Another separate comment is deserved on the features of MG-DIS items. Some of them are quite narrow: for example, all those referred to eating and drinking. These two activities are underlined by generalized (cutting food; opening bottles) and bulbar involvement (chewing and ingesting food; swallowing a beverage) that were perceived as distinct by patients at the first step of MG-DIS development: such a distinction was also confirmed—at least for the Italian language—in the validation process. On the contrary, other are quite broad: the most outstanding example of this is the item referred to “dressing” (i.e. putting on or taking off socks and footwear, skirts or trousers, shirts, hats, gloves), that merges different contents and also implies the use of different muscle groups. The content of the item is the activity of dressing which is a clearly identified activity despite variation due to gender (i.e. wearing skirts), season (i.e. the use of coats in cold periods) and contexts (i.e. the use of formal or informal clothes). It has moreover to be noted that the version herein presented was validated in Italian language, and the item included in the manuscript did not underwent a formal process of translation and back-translation (the Italian version is included in supplementary materials).

Some limitations have to be taken into account. First, clinical follow-up was available for 23 of the 34 patients that dropped out: of them, 18 were stable (12 were on pharmacological remission, six were symptomatic), four improved and one worsened. In consideration of the good correspondence between the clinicians’ and patients’ evaluations, it is possible to presume that no or minor differences might have occurred for stable patients, and some kind of improvement is likely to be expected for improved patients. The group of patients that were not regularly followed-up was mostly composed of patients with generalised or bulbar symptoms (9 out of 11): these patients might have improved over time or be stable, i.e. the case of refractory MG [40] and the impact of this on the analysis of sensitivity to change is impossible to predict. For these reasons, the drop-out rate at follow-up suggests a cautious interpretation of results referred to the longitudinal evaluation. Second, as the sample is composed of patients with quite a long experience of being affected by MG, it is possible that disease duration also had an effect on their evaluation. In fact, those that worsened had a longer history of MG than those that improved, and it is therefore reasonable to think that they were more “acquainted” to the fluctuations of MG. Third, the sample was mostly composed of AChR-positive patients, whose disease course might be quite different compared to MuSK-positive and DN ones and this might had an impact on the validity of our questionnaire: however, reliability analyses were tested separately for AChR-positive and non-AChR-positive patients, showing that MG-DIS was reliable in both groups.
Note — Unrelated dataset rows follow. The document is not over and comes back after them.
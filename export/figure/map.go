package figure

import (
	"errors"
	"fmt"
	"image"
	"image/color"
	"io"
	"math"
	"runtime"
	"strings"
	"sync"

	"gonum.org/v1/plot/vg"
	"gonum.org/v1/plot/vg/draw"
)

// OutlineStyle is how an outline is stroked on a map.
type OutlineStyle int

// Outline styles. All are drawn in a near-black ink over a thin white
// casing so that they stay visible on both ends of the colour scale.
const (
	// Solid is a continuous line.
	Solid OutlineStyle = iota
	// Dashed is a line of long dashes.
	Dashed
	// Dotted is a line of short dots.
	Dotted
)

// Outline is a set of lines drawn over a map, such as the boundary of the
// regions where the flux is below the adiabat.
type Outline struct {
	// Rings are the lines, each a sequence of (lon, lat) points in
	// degrees. A ring whose last point equals its first is drawn closed.
	// Lines that cross the map edge are cut there.
	Rings [][][2]float64
	// Label names the outline in the map's legend; empty leaves it out.
	Label string
	// Style is the stroke pattern.
	Style OutlineStyle
}

// Hatch marks the part of a map where the field is below a value with fine
// diagonal lines drawn into the raster, light on dark colours and dark on
// light ones, so that the region shows in grey print and for any colour
// vision, not only through its colour. The first hatch of a map is drawn
// rising to the right, the second falling, so that two regions nested in
// each other (below the adiabat, below zero) appear as single and cross
// hatching.
type Hatch struct {
	// Below is the value under which the map is hatched.
	Below float64
	// Label names the region in the legend, such as "below q_ad".
	Label string
}

// Level is a reference value marked on a map's colour bar.
type Level struct {
	// Value is the marked value, in the map's units.
	Value float64
	// Label names the value, such as "q_ad".
	Label string
}

// Marker is a labelled point on a map.
type Marker struct {
	// Lon and Lat are the position in degrees.
	Lon, Lat float64
	// Label is written beside the marker.
	Label string
}

// Map is a global map of a scalar field on the sphere with a diverging
// colour scale centred on a given value, a 30-degree graticule, outlines,
// labelled extrema, a colour bar and a title.
//
// Exactly one of Grid and Field gives the field. The zero value of every
// other field is a usable default.
type Map struct {
	// Title is written above the map.
	Title string
	// Subtitle is written under the title in smaller type, such as the
	// parameters of the build.
	Subtitle string
	// Grid is the field on a regular longitude-latitude grid, sampled by
	// bilinear interpolation.
	Grid *Grid
	// Field is the field as a function of longitude and latitude in
	// degrees; it is called once per map pixel, from one goroutine.
	Field func(lon, lat float64) float64
	// Projection is the map projection; the zero value is Mollweide
	// centred on DefaultCentralLon.
	Projection Projection
	// Center is the value drawn in the centre colour, usually the mean of
	// the field.
	Center float64
	// CenterLabel names Center in the colour-bar caption; empty means
	// "mean".
	CenterLabel string
	// HalfRange is the distance from Center to either colour limit; zero
	// means the largest |value - Center| on the map, so the scale is
	// symmetric and no value saturates. When values lie beyond a limit,
	// that end of the colour bar is drawn pointed.
	HalfRange float64
	// Label names the quantity, such as "CMB heat flux".
	Label string
	// Units are the units of the values, such as "mW/m²".
	Units string
	// Levels are reference values marked on the colour bar, such as the
	// adiabatic heat flux or zero.
	Levels []Level
	// Hatches mark where the field is below given values; at most two
	// are drawn.
	Hatches []Hatch
	// Outlines are drawn over the field, in order.
	Outlines []Outline
	// Markers are drawn over the field, after the extrema.
	Markers []Marker
	// NoExtrema leaves out the markers of the largest and smallest value.
	// The extrema marked are those of the grid values for a Grid and of
	// the values at the pixel centres for a Field.
	NoExtrema bool
	// Width and Height are the size in pixels (points in SVG); zero means
	// 900 x 540.
	Width, Height int
}

// WritePNG writes the map as a PNG image.
func (m *Map) WritePNG(w io.Writer) error { return m.write(w, false) }

// WriteSVG writes the map as an SVG document: the field is an embedded
// PNG image, the graticule, outlines, markers and text are vectors.
func (m *Map) WriteSVG(w io.Writer) error { return m.write(w, true) }

func (m *Map) size() (int, int) {
	w, h := m.Width, m.Height
	if w == 0 {
		w = 900
	}
	if h == 0 {
		h = 540
	}
	return w, h
}

// mapLayout is the placement of one map on the canvas, in points with the
// origin at the bottom left.
type mapLayout struct {
	proj       Projection
	cx, cy     float64 // centre of the map
	scale      float64 // points per unit of projected coordinates
	x0, y0     int     // bottom-left of the raster
	nx, ny     int     // raster size in pixels
	xmax, ymax float64
}

func (l *mapLayout) pt(x, y float64) vg.Point {
	return vg.Point{X: vg.Length(l.cx + x*l.scale), Y: vg.Length(l.cy + y*l.scale)}
}

// fitMap centres the largest whole map of projection p in the box with
// bottom-left corner (bx, by), width bw and height bh.
func fitMap(p Projection, bx, by, bw, bh float64) (*mapLayout, error) {
	l := &mapLayout{proj: p.resolved()}
	l.xmax, l.ymax = l.proj.Bounds()
	if bw < 40 || bh < 20 {
		return nil, fmt.Errorf("figure: map area %.0f x %.0f too small", bw, bh)
	}
	l.scale = math.Min(bw/(2*l.xmax), bh/(2*l.ymax))
	l.nx = int(math.Ceil(2 * l.xmax * l.scale))
	l.ny = int(math.Ceil(2 * l.ymax * l.scale))
	l.x0 = int(math.Round(bx + (bw-float64(l.nx))/2))
	l.y0 = int(math.Round(by + (bh-float64(l.ny))/2))
	l.cx = float64(l.x0) + float64(l.nx)/2
	l.cy = float64(l.y0) + float64(l.ny)/2
	return l, nil
}

// Bands of a figure with maps, in points.
const (
	mapSide       = 24.0 // left and right margins
	mapTitleBand  = 40.0 // title
	mapSubBand    = 16.0 // subtitle, when present
	mapBottomBand = 92.0 // colour bar, its caption and the legend
)

// headerHeight returns the height of the title and subtitle bands.
func headerHeight(title, subtitle string) float64 {
	h := 22.0
	if title != "" {
		h = mapTitleBand
	}
	if subtitle != "" {
		h += mapSubBand
	}
	return h
}

func (m *Map) layout(w, h int) (*mapLayout, error) {
	top := headerHeight(m.Title, m.Subtitle)
	l, err := fitMap(m.Projection, mapSide, mapBottomBand, float64(w)-2*mapSide, float64(h)-top-mapBottomBand)
	if err != nil {
		return nil, fmt.Errorf("figure: map size %d x %d too small", w, h)
	}
	return l, nil
}

// sampler returns the field as a function of (lon, lat) degrees.
func (m *Map) sampler() (func(lon, lat float64) float64, error) {
	switch {
	case m.Grid != nil && m.Field != nil:
		return nil, errors.New("figure: map has both Grid and Field, want one")
	case m.Grid != nil:
		if err := m.Grid.check(); err != nil {
			return nil, err
		}
		return m.Grid.at, nil
	case m.Field != nil:
		return m.Field, nil
	}
	return nil, errors.New("figure: map has neither Grid nor Field")
}

// extremum is a located value.
type extremum struct {
	lon, lat, v float64
	ok          bool
}

// sampled holds a map's field at the raster's pixel centres (NaN for
// missing data, +Inf outside the map) and its extrema.
type sampled struct {
	vals   []float64
	hi, lo extremum
	noData bool
}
Fourth, the high prevalence of patients on remission and the relevant prevalence of them among stable patients might have affected the capacity of the MG-DIS to detect changes.

In conclusion, we presented the results of the validation of the MG-DIS, a 20-items patient-reported MG-specific disability assessment instrument covering all MG-related symptoms that demonstrated good metric properties. Further studies are needed to explore the possibility of a shorter disability scale, and to address issues arose in the present study with a larger multicenter study. The MG-DIS can be used in clinical trials as well as in observational or epidemiological studies to characterize patients’ disability level and to address the amount of improvement in disability jointly with clinical improvement. Joining clinicians’ and patients’ outcomes reporting will be of particular relevance for the characterization of patients with refractory MG, as it will enable to comprehensively address benefits of new treatments.